> **PROBLEM STATEMENT**
Find all lines in the listing that include the word "left", then copy them.

┌─ LISTED ENTRIES

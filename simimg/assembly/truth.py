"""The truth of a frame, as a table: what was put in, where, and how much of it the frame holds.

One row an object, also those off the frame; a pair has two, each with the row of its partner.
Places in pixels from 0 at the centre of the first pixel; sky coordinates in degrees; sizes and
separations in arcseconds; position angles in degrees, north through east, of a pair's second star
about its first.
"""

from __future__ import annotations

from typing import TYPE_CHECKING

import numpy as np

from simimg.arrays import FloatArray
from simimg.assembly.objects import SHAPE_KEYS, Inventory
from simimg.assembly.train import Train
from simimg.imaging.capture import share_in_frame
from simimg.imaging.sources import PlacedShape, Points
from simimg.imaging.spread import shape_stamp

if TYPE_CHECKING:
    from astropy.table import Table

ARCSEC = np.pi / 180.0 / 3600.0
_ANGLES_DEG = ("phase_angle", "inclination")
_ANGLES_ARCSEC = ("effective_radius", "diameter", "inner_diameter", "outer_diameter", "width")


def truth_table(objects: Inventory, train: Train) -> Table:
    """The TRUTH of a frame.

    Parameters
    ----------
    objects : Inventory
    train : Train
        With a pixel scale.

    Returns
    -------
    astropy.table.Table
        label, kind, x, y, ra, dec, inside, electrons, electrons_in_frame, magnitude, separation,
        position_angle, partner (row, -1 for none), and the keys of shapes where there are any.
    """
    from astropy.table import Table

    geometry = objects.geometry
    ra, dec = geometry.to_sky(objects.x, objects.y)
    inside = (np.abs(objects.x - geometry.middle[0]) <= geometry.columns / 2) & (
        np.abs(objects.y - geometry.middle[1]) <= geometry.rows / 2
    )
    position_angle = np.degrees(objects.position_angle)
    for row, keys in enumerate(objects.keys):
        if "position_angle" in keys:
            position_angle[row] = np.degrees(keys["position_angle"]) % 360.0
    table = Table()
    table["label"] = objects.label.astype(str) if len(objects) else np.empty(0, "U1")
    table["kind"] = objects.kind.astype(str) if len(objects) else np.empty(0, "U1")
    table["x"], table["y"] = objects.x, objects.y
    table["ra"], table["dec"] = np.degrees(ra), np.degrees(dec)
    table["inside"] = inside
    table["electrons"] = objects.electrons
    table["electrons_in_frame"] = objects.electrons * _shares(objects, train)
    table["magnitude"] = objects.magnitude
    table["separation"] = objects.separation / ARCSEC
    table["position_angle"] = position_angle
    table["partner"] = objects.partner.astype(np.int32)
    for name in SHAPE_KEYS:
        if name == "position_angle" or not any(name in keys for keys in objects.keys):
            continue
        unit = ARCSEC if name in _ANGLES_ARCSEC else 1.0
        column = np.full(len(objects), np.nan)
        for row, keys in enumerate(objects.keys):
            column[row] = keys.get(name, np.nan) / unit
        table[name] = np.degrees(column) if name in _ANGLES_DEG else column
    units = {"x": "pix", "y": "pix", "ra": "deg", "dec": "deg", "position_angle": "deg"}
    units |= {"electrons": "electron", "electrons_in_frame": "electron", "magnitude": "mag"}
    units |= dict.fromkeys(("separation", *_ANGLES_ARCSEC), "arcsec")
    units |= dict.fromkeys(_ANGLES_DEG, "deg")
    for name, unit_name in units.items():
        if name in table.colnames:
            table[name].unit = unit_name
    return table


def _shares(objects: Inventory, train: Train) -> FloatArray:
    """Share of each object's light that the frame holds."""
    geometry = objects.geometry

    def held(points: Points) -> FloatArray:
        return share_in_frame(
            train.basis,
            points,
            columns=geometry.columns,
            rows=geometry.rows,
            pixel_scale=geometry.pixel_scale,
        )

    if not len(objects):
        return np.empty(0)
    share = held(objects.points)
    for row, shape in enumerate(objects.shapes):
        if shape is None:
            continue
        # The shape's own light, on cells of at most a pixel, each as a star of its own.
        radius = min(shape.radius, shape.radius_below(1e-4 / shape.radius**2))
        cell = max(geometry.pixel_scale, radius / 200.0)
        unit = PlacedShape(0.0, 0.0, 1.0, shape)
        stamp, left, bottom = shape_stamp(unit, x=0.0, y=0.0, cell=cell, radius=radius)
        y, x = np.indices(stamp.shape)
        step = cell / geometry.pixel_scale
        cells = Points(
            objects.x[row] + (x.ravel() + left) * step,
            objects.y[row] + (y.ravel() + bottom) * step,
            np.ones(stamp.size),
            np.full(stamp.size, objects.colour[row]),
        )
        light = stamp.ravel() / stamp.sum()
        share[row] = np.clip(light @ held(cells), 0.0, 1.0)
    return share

└─

> **EXERCISE RESPONSE**
        stamp, left, bottom = shape_stamp(unit, x=0.0, y=0.0, cell=cell, radius=radius)
            objects.x[row] + (x.ravel() + left) * step,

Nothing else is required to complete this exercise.